I took a moment or two to soak up the reality of my goof. I returned to the shed to let Vyrl know that I didn’t have one darn thing that was going to be useful.  I suggested we would have to do again sometime soon because I really wanted to get the info for the podcast. “He made a final knaps at the point he was working on, held it up and blew off the dust. He presented it to me with absolutely no fanfare. “Let’s go eat. You like Mexican or Italian?”

Now, after some reflection, I can name that familiar feeling I felt while sitting with Vyrl in that shed, whacking and knapping. It was the same feeling I had felt years before sitting under the shade tree with my Cherokee grandmother, Emma Belle Adair Garrett, hulling peas and snapping beans. The work is steady, requires a little thought but mostly consist of time. Such a chore, pea hulling or arrowhead making, is best with company.

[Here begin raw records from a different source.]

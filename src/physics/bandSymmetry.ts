/**
 * Band type (parallel / perpendicular / infrared inactive) from the symmetry species of a
 * vibrational transition in a symmetric-top point group.
 *
 * Why only these groups: a molecule is a symmetric top by symmetry when it has exactly one
 * rotation axis C_n with n >= 3, or an S4 axis (as in allene, D2d). Rotating the inertia
 * tensor by 2π/n (n >= 3), or applying S4, about that axis must leave it unchanged, which
 * forces I_x = I_y with the axis as the figure axis z. Groups with several such axes (T, O, I
 * families) are spherical tops; groups with at most C2 axes (C2v, D2h, ...) are asymmetric
 * tops unless two moments agree by accident, which symmetry cannot tell.
 *
 * Selection rule: a fundamental is infrared active when its species contains a dipole
 * component. Species of z give a parallel band (ΔK = 0), species of (x, y) a perpendicular
 * band (ΔK = ±1), any other species no dipole band.
 * Source: G. Herzberg, Molecular Spectra and Molecular Structure II (1945), ch. II and IV;
 * character tables as in F. A. Cotton, Chemical Applications of Group Theory, 3rd ed. (1990),
 * Appendix IIA.
 */

/** Infrared activity of a vibrational transition of a symmetric top. */
export type BandSymmetryActivity = 'parallel' | 'perpendicular' | 'inactive';

/** What bandTypeFromSymmetry returns: the activity and a one-sentence reason. */
export interface BandSymmetryResult {
  activity: BandSymmetryActivity;
  reason: string;
}

/** One species (irreducible representation, or real pair of complex-conjugate ones) of a group. */
export interface BandSymmetrySpecies {
  /** Mulliken label, primes as ASCII ' (e.g. "A2''", "E1u"). */
  label: string;
  /** Dimension of the real representation: 1, or 2 for E (including a complex-conjugate pair). */
  dimension: 1 | 2;
  /** True when this E is two complex-conjugate 1-D irreps listed together (cyclic groups). */
  isComplexPair: boolean;
  /** Dipole component carried: 'z', the pair 'xy', or null. */
  transformsLike: 'z' | 'xy' | null;
}

/** A point group's species list and order h (number of symmetry operations). */
export interface BandSymmetryTable {
  pointGroup: string;
  order: number;
  species: readonly BandSymmetrySpecies[];
}

// Row shorthand: [label, dimension, transformsLike, isComplexPair]
type Row = readonly [string, 1 | 2, 'z' | 'xy' | null, boolean?];

// Species and z / (x, y) columns as in Cotton (1990) Appendix IIA (recalled, see tests).
const TABLE_ROWS: Record<string, { order: number; rows: readonly Row[] }> = {
  C3: {
    order: 3,
    rows: [
      ['A', 1, 'z'],
      ['E', 2, 'xy', true],
    ],
  },
  C4: {
    order: 4,
    rows: [
      ['A', 1, 'z'],
      ['B', 1, null],
      ['E', 2, 'xy', true],
    ],
  },
  C6: {
    order: 6,
    rows: [
      ['A', 1, 'z'],
      ['B', 1, null],
      ['E1', 2, 'xy', true],
      ['E2', 2, null, true],
    ],
  },
  S4: {
    order: 4,
    rows: [
      ['A', 1, null],
      ['B', 1, 'z'],
      ['E', 2, 'xy', true],
    ],
  },
  S6: {
    order: 6,
    rows: [
      ['Ag', 1, null],
      ['Eg', 2, null, true],
      ['Au', 1, 'z'],
      ['Eu', 2, 'xy', true],
    ],
  },
  C3v: {
    order: 6,
    rows: [
      ['A1', 1, 'z'],
      ['A2', 1, null],
      ['E', 2, 'xy'],
    ],
  },
  C4v: {
    order: 8,
    rows: [
      ['A1', 1, 'z'],
      ['A2', 1, null],
      ['B1', 1, null],
      ['B2', 1, null],
      ['E', 2, 'xy'],
    ],
  },
  C5v: {
    order: 10,
    rows: [
      ['A1', 1, 'z'],
      ['A2', 1, null],
      ['E1', 2, 'xy'],
      ['E2', 2, null],
    ],
  },
  C6v: {
    order: 12,
    rows: [
      ['A1', 1, 'z'],
      ['A2', 1, null],
      ['B1', 1, null],
      ['B2', 1, null],
      ['E1', 2, 'xy'],
      ['E2', 2, null],
    ],
  },
  C3h: {
    order: 6,
    rows: [
      ["A'", 1, null],
      ["E'", 2, 'xy', true],
      ["A''", 1, 'z'],
      ["E''", 2, null, true],
    ],
  },
  C4h: {
    order: 8,
    rows: [
      ['Ag', 1, null],
      ['Bg', 1, null],
      ['Eg', 2, null, true],
      ['Au', 1, 'z'],
      ['Bu', 1, null],
      ['Eu', 2, 'xy', true],
    ],
  },
  C6h: {
    order: 12,
    rows: [
      ['Ag', 1, null],
      ['Bg', 1, null],
      ['E1g', 2, null, true],
      ['E2g', 2, null, true],
      ['Au', 1, 'z'],
      ['Bu', 1, null],
      ['E1u', 2, 'xy', true],
      ['E2u', 2, null, true],
    ],
  },
  D3: {
    order: 6,
    rows: [
      ['A1', 1, null],
      ['A2', 1, 'z'],
      ['E', 2, 'xy'],
    ],
  },
  D4: {
    order: 8,
    rows: [
      ['A1', 1, null],
      ['A2', 1, 'z'],
      ['B1', 1, null],
      ['B2', 1, null],
      ['E', 2, 'xy'],
    ],
  },
  D6: {
    order: 12,
    rows: [
      ['A1', 1, null],
      ['A2', 1, 'z'],
      ['B1', 1, null],
      ['B2', 1, null],
      ['E1', 2, 'xy'],
      ['E2', 2, null],
    ],
  },
  D2d: {
    order: 8,
    rows: [
      ['A1', 1, null],
      ['A2', 1, null],
      ['B1', 1, null],
      ['B2', 1, 'z'],
      ['E', 2, 'xy'],
    ],
  },
  D3d: {
    order: 12,
    rows: [
      ['A1g', 1, null],
      ['A2g', 1, null],
      ['Eg', 2, null],
      ['A1u', 1, null],
      ['A2u', 1, 'z'],
      ['Eu', 2, 'xy'],
    ],
  },
  D4d: {
    order: 16,
    rows: [
      ['A1', 1, null],
      ['A2', 1, null],
      ['B1', 1, null],
      ['B2', 1, 'z'],
      ['E1', 2, 'xy'],
      ['E2', 2, null],
      ['E3', 2, null],
    ],
  },
  D3h: {
    order: 12,
    rows: [
      ["A1'", 1, null],
      ["A2'", 1, null],
      ["E'", 2, 'xy'],
      ["A1''", 1, null],
      ["A2''", 1, 'z'],
      ["E''", 2, null],
    ],
  },
  D4h: {
    order: 16,
    rows: [
      ['A1g', 1, null],
      ['A2g', 1, null],
      ['B1g', 1, null],
      ['B2g', 1, null],
      ['Eg', 2, null],
      ['A1u', 1, null],
      ['A2u', 1, 'z'],
      ['B1u', 1, null],
      ['B2u', 1, null],
      ['Eu', 2, 'xy'],
    ],
  },
  D5h: {
    order: 20,
    rows: [
      ["A1'", 1, null],
      ["A2'", 1, null],
      ["E1'", 2, 'xy'],
      ["E2'", 2, null],
      ["A1''", 1, null],
      ["A2''", 1, 'z'],
      ["E1''", 2, null],
      ["E2''", 2, null],
    ],
  },
  D6h: {
    order: 24,
    rows: [
      ['A1g', 1, null],
      ['A2g', 1, null],
      ['B1g', 1, null],
      ['B2g', 1, null],
      ['E1g', 2, null],
      ['E2g', 2, null],
      ['A1u', 1, null],
      ['A2u', 1, 'z'],
      ['B1u', 1, null],
      ['B2u', 1, null],
      ['E1u', 2, 'xy'],
      ['E2u', 2, null],
    ],
  },
};

// Other common names of the same group.
const GROUP_ALIASES: Record<string, string> = { c3i: 'S6' };

// Typographic variants seen in pasted labels, mapped to plain ASCII before comparing.
const CHAR_MAP: Record<string, string> = {
  '′': "'",
  ʹ: "'",
  '’': "'",
  '‘': "'",
  '`': "'",
  '´': "'",
  '″': "''",
  ʺ: "''",
  '"': "''",
  '”': "''",
  '₀': '0',
  '₁': '1',
  '₂': '2',
  '₃': '3',
  '₄': '4',
  '₅': '5',
  '₆': '6',
  '₇': '7',
  '₈': '8',
  '₉': '9',
  '¹': '1',
  '²': '2',
  ᵤ: 'u',
  ₕ: 'h',
  ᵥ: 'v',
};

function normalizeLabel(text: string): string {
  let out = '';
  for (const ch of text) {
    const mapped = CHAR_MAP[ch] ?? ch;
    // Subscript/superscript markup (A_1, A_{1g}, E^'), spaces
    if (/^[\s_{}^]$/.test(mapped)) continue;
    out += mapped;
  }
  // Primes may be typeset before the subscript (A′₁ for A₁′): move them all to the end.
  const primes = out.replace(/[^']/g, '');
  return out.replace(/'/g, '').toLowerCase() + primes;
}

function tableKey(fn: string, pointGroup: unknown): string {
  if (typeof pointGroup !== 'string') {
    throw new Error(`${fn}: pointGroup must be a string, got ${String(pointGroup)}`);
  }
  const norm = normalizeLabel(pointGroup);
  const alias = GROUP_ALIASES[norm];
  if (alias) return alias;
  for (const key of Object.keys(TABLE_ROWS)) if (key.toLowerCase() === norm) return key;
  throw new Error(`${fn}: unknown point group "${pointGroup}"; valid: ${Object.keys(TABLE_ROWS).join(', ')} (alias C3i = S6)`);
}

function rowToSpecies(row: Row): BandSymmetrySpecies {
  return { label: row[0], dimension: row[1], transformsLike: row[2], isComplexPair: row[3] === true };
}

/**
 * Point groups known to bandTypeFromSymmetry, all of them symmetric-top groups (one C_n axis
 * with n >= 3, or an S4 axis).
 * @returns Schoenflies symbols, e.g. "C3v", "D6h"
 */
export function bandSymmetryPointGroups(): string[] {
  return Object.keys(TABLE_ROWS);
}

/**
 * Species and order of one point group, with each species' dimension and dipole component.
 * A complex-conjugate pair of 1-D irreps (cyclic groups C3, S4, C3h, ...) appears once, as the
 * real 2-D label "E" with isComplexPair = true.
 * Source: Cotton (1990) Appendix IIA.
 * @param pointGroup Schoenflies symbol, case-insensitive ("c3v", "C_{3v}", "C₃ᵥ")
 * @returns group order h (number of operations) and its species in table order
 */
export function bandSymmetryTable(pointGroup: string): BandSymmetryTable {
  const key = tableKey('bandSymmetryTable', pointGroup);
  const { order, rows } = TABLE_ROWS[key];
  return { pointGroup: key, order, species: rows.map(rowToSpecies) };
}

/**
 * Every species label of a point group, in table order (a complex-conjugate pair as one "E").
 * @param pointGroup Schoenflies symbol, case-insensitive
 * @returns Mulliken labels with ASCII primes, e.g. ["A1'", "A2'", "E'", "A1''", "A2''", "E''"]
 */
export function bandSymmetrySpecies(pointGroup: string): string[] {
  const key = tableKey('bandSymmetrySpecies', pointGroup);
  return TABLE_ROWS[key].rows.map((r) => r[0]);
}

/**
 * Band type of a vibrational transition of the given species: z-like → parallel (ΔK = 0),
 * (x, y)-like → perpendicular (ΔK = ±1), otherwise infrared inactive.
 * Labels are case-insensitive; primes may be ' or ′ (″ for a double prime) and subscripts may
 * be written A1, A_1, A_{1g} or A₁. A complex pair may also be named by one component (¹E, 2E').
 * WARNING: pass the species of the transition (upper ⊗ lower vibrational species). For a
 * fundamental from the ground state that is the species of the upper level; for a hot band or
 * combination band reduce the product first.
 * Source: Herzberg II (1945) ch. IV; Cotton (1990) Appendix IIA for the z and (x, y) columns.
 * @param pointGroup Schoenflies symbol, e.g. "C3v", "D3h"
 * @param species Mulliken label, e.g. "A2''"
 * @returns activity and a plain-language reason
 */
export function bandTypeFromSymmetry(pointGroup: string, species: string): BandSymmetryResult {
  const fn = 'bandTypeFromSymmetry';
  const key = tableKey(fn, pointGroup);
  if (typeof species !== 'string') {
    throw new Error(`${fn}: species must be a string, got ${String(species)}`);
  }
  const list = TABLE_ROWS[key].rows.map(rowToSpecies);
  const norm = normalizeLabel(species);
  let found = list.find((s) => normalizeLabel(s.label) === norm);
  if (!found && /^[12]/.test(norm)) {
    // ¹E / ²E: one component of a complex-conjugate pair; both belong to the same real E.
    found = list.find((s) => s.isComplexPair && normalizeLabel(s.label) === norm.slice(1));
  }
  if (!found) {
    throw new Error(`${fn}: species "${species}" is not a species of ${key}; valid: ${list.map((s) => s.label).join(', ')}`);
  }
  const name = found.isComplexPair ? `${found.label} (real pair of complex-conjugate 1-D species)` : found.label;
  if (found.transformsLike === 'z') {
    return { activity: 'parallel', reason: `${name} of ${key} transforms like z: parallel band (ΔK = 0)` };
  }
  if (found.transformsLike === 'xy') {
    return {
      activity: 'perpendicular',
      reason: `${name} of ${key} transforms like (x, y): perpendicular band (ΔK = ±1)`,
    };
  }
  return {
    activity: 'inactive',
    reason: `${name} of ${key} transforms like neither z nor (x, y): no dipole transition, infrared inactive`,
  };
}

I don’t think the feeling is nostalgia. It’s more like community, but there another element. That element is that it’s inter-generational. They are very “in the moment.” A craft, an expertise -maybe just time is being shared between an elder and someone from another generation. Those afternoon under that shade tree, I knew my grandmother loved me. And that day in the workshop behind my Uncle Vyrl’s home, I felt a kinship that I frankly had not really felt with another person in a long time.

It made me wonder. What is the Cherokee Nation Treasure? Is it Vyrl, the craftsman with a tradition he carries on? Is the product, the points, an example of that tradition? Or could the real treasure be the moments of kinship, of connection, made during the exercise of that tradition?

I’ll leave you to ponder that.

In the thirty-six hours between then and now, I have been encouraged by two different people to go ahead and write about it, while the memory is fresh. I do plan on getting my technological act together and getting my raw sound, but I think this story does need to be told.

So, until you can hear the podcast, this will have to serve as the story of Cherokee Nation Treasure Vyrl Keeter.